··· DATASET CONTENT ···
// What the body checks cost: the service's JSON body parser (src/http/json-body.ts:
// depth scan, JSON.parse, refusal walk, duplicate-key count) against plain
// JSON.parse on the same text, in one run, as a ratio. Two bodies: a columnar
// one of numbers (~30 MB, the common bulk) and one of text columns (factor
// levels, where every value is a string the scan must step over).
//   node --expose-gc --import tsx scripts/bench-json-body.ts [megabytes=30] [repeats=9]
// (--expose-gc lets each timing start from a collected heap, so one parse's
// garbage is not charged to the next; without it the figures are noisier.)
// The data are random from a seeded generator (a benchmark needs only their shape).
import { parseJsonBody } from '../src/http/json-body.ts';

const megabytes = Number(process.argv[2] ?? 30);
const repeats = Number(process.argv[3] ?? 9);
const collect = (globalThis as { gc?: () => void }).gc ?? (() => {});

let seed = 20260311;
const uniform = () => ((seed = (Math.imul(seed, 1103515245) + 12345) >>> 0) / 4294967296);

function columnarBody(targetBytes: number, text: boolean): string {
  const names = ['peakTemp', 'holdMinutes', 'moisture', 'shrinkage', 'kiln'];
  // ~19 bytes per number as JSON.stringify writes a random double; ~8 per short level.
  const rows = Math.round(targetBytes / names.length / (text ? 8 : 19));
  const levels = ['east', 'west', 'north', 'south'];
  const columns: Record<string, (number | string)[]> = {};
  for (const name of names) {
    columns[name] = Array.from({ length: rows }, () => (text ? levels[Math.floor(uniform() * 4)] : 1000 * uniform()));
  }
  return JSON.stringify({
    data: { columns },
    response: 'shrinkage',
    candidates: [{ name: 'linear', terms: ['peakTemp'] }, { name: 'both', terms: ['peakTemp', 'holdMinutes'] }],
  });
}

/** Median of `repeats` timings (ms), alternating the two so drift hits both alike. */
function measure(text: string): { plain: number; service: number } {
  const plain: number[] = [];
  const service: number[] = [];
  for (let r = 0; r < repeats; r++) {
    collect();
    let t0 = performance.now();
    JSON.parse(text);
    plain.push(performance.now() - t0);
    collect();
    t0 = performance.now();
    const parsed = parseJsonBody(text, 64);
    service.push(performance.now() - t0);
    if (!('value' in parsed)) throw new Error(`refused: ${parsed.refused.message}`);
  }
  const median = (xs: number[]) => [...xs].sort((a, b) => a - b)[Math.floor(xs.length / 2)];
  return { plain: median(plain), service: median(service) };
}

console.log(`JSON body parser against plain JSON.parse, median of ${repeats}, Node ${process.version}`);
console.log('body                               MB   JSON.parse ms   service parser ms   ratio');
for (const [label, text] of [['numeric columns', columnarBody(megabytes * 1e6, false)], ['text columns (factor levels)', columnarBody(megabytes * 1e6 / 3, true)]] as const) {
  const { plain, service } = measure(text);
  console.log(`${label.padEnd(32)} ${(text.length / 1e6).toFixed(1).padStart(5)} ${plain.toFixed(0).padStart(15)} ${service.toFixed(0).padStart(19)} ${(service / plain).toFixed(2).padStart(7)}x`);
}
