// Column equilibration of the weighted design before factorisation.
//
// The solver works on A = W^{1/2} (X - 1 m^T) D and b = W^{1/2} y, where m holds
// the weighted column means (0 for the intercept and for designs without one)
// and D = diag(2^-e_j) brings every column to a norm in (1/2, 1]. Centring removes
// the near-collinearity of raw columns with the intercept (Filip's powers of x);
// powers of two make the scaling exact in binary, so D changes no digit. A is held
// in double-double (hi + lo), because iterative refinement must see the exact
// design, and the map back to the caller's basis (beta = T D gamma) is exact
// algebra carried out in double-double.

import type { DesignMatrix } from '../types.ts';
import { ddDiv, splitHigh } from '../numeric/double-double.ts';
import { centreAndScaleRows, weightedSumDD } from '../numeric/dd-vector.ts';

export interface EquilibratedProblem {
  rows: number;
  cols: number;
  /** Column j of A is ah[j] + al[j]. */
  ah: Float64Array[];
  al: Float64Array[];
  /** b = c sqrt(w) y as bh + bl, with c = responseScale. */
  bh: Float64Array;
  bl: Float64Array;
  /** sqrt(w_i) as sh + sl; null when unweighted (all 1). */
  sh: Float64Array | null;
  sl: Float64Array | null;
  /** Index of the intercept column that the others were centred against, or -1. */
  interceptColumn: number;
  /** Weighted column means as mh + ml (0 for the intercept and when not centred). */
  mh: Float64Array;
  ml: Float64Array;
  /**
   * Power of two c bringing max |b_i| into (1/2, 1], so that refinement's
   * double-double kernels never split numbers near overflow; exact, undone at the end.
   */
  responseScale: number;
  /** Exact power-of-two column scale factors. */
  scale: Float64Array;
  /** Norm of each column of A (about 1, 0 for an all-zero column). */
  norm: Float64Array;
  /**
   * Columns that centring alone reduces to rounding level: their centred norm is
   * below tolerance times their uncentred norm, i.e. the intercept explains them.
   */
  aliasedByIntercept: boolean[];
  /** Sum of the weights of the rows with positive weight, and their count. */
  weightTotal: number;
  positiveRows: number;
}

/** Index of the intercept column when it is a nonzero constant column, else -1. */
function findIntercept(design: DesignMatrix): number {
  if (!design.intercept) return -1;
  const j = design.termOfColumn.indexOf(-1);
  if (j < 0) return -1;
  const hi = design.high[j];
  const lo = design.low[j];
  const c = design.rows > 0 ? hi[0] : 1;
  if (!(c !== 0 && Number.isFinite(c))) return -1;
  for (let i = 0; i < design.rows; i++) if (hi[i] !== c || lo[i] !== 0) return -1;
  return j;
}

/** 2^-e with 2^e the smallest power of two >= norm (1 for a zero or non-finite norm). */
function powerOfTwoScale(norm: number): number {
  if (!(norm > 0) || !Number.isFinite(norm)) return 1;
  let e = Math.ceil(Math.log2(norm));
  // log2 may be off by one near exact powers of two; settle it exactly.
  if (Math.pow(2, e - 1) >= norm) e -= 1;
  if (Math.pow(2, e) < norm) e += 1;
  return Math.pow(2, -e);
}

export function equilibrate(
  design: DesignMatrix,
  y: Float64Array,
  weights: Float64Array | undefined,
  aliasTolerance: number,
): EquilibratedProblem {
  const n = design.rows;
  const p = design.labels.length;
  // Weights: a non-positive or non-finite weight takes the row out of the fit.
  let sh: Float64Array | null = null;
  let sl: Float64Array | null = null;
  const w = new Float64Array(n);
  let weightTotal = 0;
  let positiveRows = 0;
  if (weights) {
    sh = new Float64Array(n);
    sl = new Float64Array(n);
    for (let i = 0; i < n; i++) {
      const wi = weights[i];
      if (wi > 0 && Number.isFinite(wi)) {
        w[i] = wi;
        // ddSqrt(wi) written out (no tuple per row): s + (wi - s^2) / (2 s), with
        // wi - s^2 exact as (wi - p) - e. sqrt of a double is far below split's limit.
        const s = Math.sqrt(wi);
        if (!(s > 0) || !Number.isFinite(s)) {
          sh[i] = s;
          sl[i] = 0;
        } else {
          const p = s * s;
          const s1 = splitHigh(s);
          const s2 = s - s1;
          const e = s1 * s1 - p + s1 * s2 + s2 * s1 + s2 * s2;
          const c = (wi - p - e) / (2 * s);
          const h = s + c;
          sh[i] = h;
          sl[i] = c - (h - s);
        }
        weightTotal += wi;
        positiveRows++;
      }
    }
  } else {
    w.fill(1);
    weightTotal = n;
    positiveRows = n;
  }

  const interceptColumn = findIntercept(design);
  const mh = new Float64Array(p);
  const ml = new Float64Array(p);
  if (interceptColumn >= 0 && weightTotal > 0) {
    // Weighted means in double-double, so that centring itself loses nothing.
    const [wh, wl] = weights ? weightedSumDD(w, new Float64Array(n), null) : [n, 0];
    for (let j = 0; j < p; j++) {
      if (j === interceptColumn) continue;
      const [th, tl] = weightedSumDD(design.high[j], design.low[j], weights ? w : null);
      [mh[j], ml[j]] = ddDiv(th, tl, wh, wl);
    }
  }

  const ah: Float64Array[] = [];
  const al: Float64Array[] = [];
  const scale = new Float64Array(p);
  const norm = new Float64Array(p);
  const aliasedByIntercept: boolean[] = new Array(p).fill(false);
  for (let j = 0; j < p; j++) {
    const hi = design.high[j];
    const lo = design.low[j];
    const ch = new Float64Array(n);
    const cl = new Float64Array(n);
    centreAndScaleRows(hi, lo, mh[j], ml[j], sh, sl, ch, cl);
    // Two power-of-two steps: by the largest entry (so squares cannot overflow),
    // then by the norm; the product is still an exact power of two.
    const sums = unscaledSums(ch, hi, sh, weights ? w : null);
    const d0 = powerOfTwoScale(sums.maxAbs);
    let ss: number;
    let ssRaw: number;
    if (sums.normalRange) {
      // Every square, scaled or not, is a normal number, so scaling by the power
      // of two d0 commutes with each rounding: the same sums as below, exactly.
      ss = sums.ss * d0 * d0;
      ssRaw = sums.ssRaw * d0 * d0;
    } else {
      ss = 0;
      ssRaw = 0;
      for (let i = 0; i < n; i++) {
        const v = ch[i] * d0;
        ss += v * v;
        const raw = (sh ? hi[i] * sh[i] : w[i] === 0 ? 0 : hi[i]) * d0;
        ssRaw += raw * raw;
      }
    }
    const d1 = powerOfTwoScale(Math.sqrt(ss));
    const d = d0 * d1;
    for (let i = 0; i < n; i++) {
      ch[i] *= d;
      cl[i] *= d;
    }
    ah.push(ch);
    al.push(cl);
    scale[j] = d;
    norm[j] = Math.sqrt(ss) * d1;
    if (interceptColumn >= 0 && j !== interceptColumn) {
      aliasedByIntercept[j] = !(Math.sqrt(ss) > aliasTolerance * Math.sqrt(ssRaw));
    }
  }

  const bh = new Float64Array(n);
  const bl = new Float64Array(n);
  for (let i = 0; i < n; i++) {
    if (w[i] === 0) continue;
    if (sh) {
      // ddMulDouble(sh, sl, y) written out.
      const a = sh[i];
      const b = y[i];
      const p = a * b;
      const a1 = splitHigh(a);
      const a2 = a - a1;
      const b1 = splitHigh(b);
      const b2 = b - b1;
      const e = a1 * b1 - p + a1 * b2 + a2 * b1 + a2 * b2 + sl![i] * b;
      const h = p + e;
      bh[i] = h;
      bl[i] = e - (h - p);
    } else bh[i] = y[i];
  }
  let bMax = 0;
  for (let i = 0; i < n; i++) bMax = Math.max(bMax, Math.abs(bh[i]));
  const responseScale = powerOfTwoScale(bMax);
  for (let i = 0; i < n; i++) {
    bh[i] *= responseScale;
    bl[i] *= responseScale;
  }
  return {
    rows: n, cols: p, ah, al, bh, bl, sh, sl, interceptColumn, mh, ml, responseScale, scale, norm,
    aliasedByIntercept, weightTotal, positiveRows,
  };
}

/** |x| within [2^-250, 2^250] (or 0): its square, and its square times any such power of two squared, are normal. */
const SAFE_LOW = 2 ** -250;
const SAFE_HIGH = 2 ** 250;

/**
 * One pass: the largest |c_i|, and sum c_i^2 and sum raw_i^2 without scaling
 * (raw_i = hi_i s_i, or hi_i when unweighted, 0 where the weight is 0), and
 * whether every nonzero c_i and raw_i lies in the safe range.
 */
function unscaledSums(
  c: Float64Array, hi: Float64Array, sh: Float64Array | null, w: Float64Array | null,
): { maxAbs: number; ss: number; ssRaw: number; normalRange: boolean } {
  let maxAbs = 0;
  let ss = 0;
  let ssRaw = 0;
  let inRange = true;
  const n = c.length;
  for (let i = 0; i < n; i++) {
    const v = c[i];
    const a = Math.abs(v);
    maxAbs = Math.max(maxAbs, a);
    ss += v * v;
    const raw = sh ? hi[i] * sh[i] : w !== null && w[i] === 0 ? 0 : hi[i];
    ssRaw += raw * raw;
    const r = Math.abs(raw);
    if ((a !== 0 && (a < SAFE_LOW || a > SAFE_HIGH)) || (r !== 0 && (r < SAFE_LOW || r > SAFE_HIGH))) inRange = false;
  }
  return { maxAbs, ss, ssRaw, normalRange: inRange && maxAbs > 0 };
}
···
— PROBLEM DESCRIPTION —
Show every line of the data in which the word "must" appears.

— ANSWER TO THIS PROBLEM —
// levels, where every value is a string the scan must step over).
// in double-double (hi + lo), because iterative refinement must see the exact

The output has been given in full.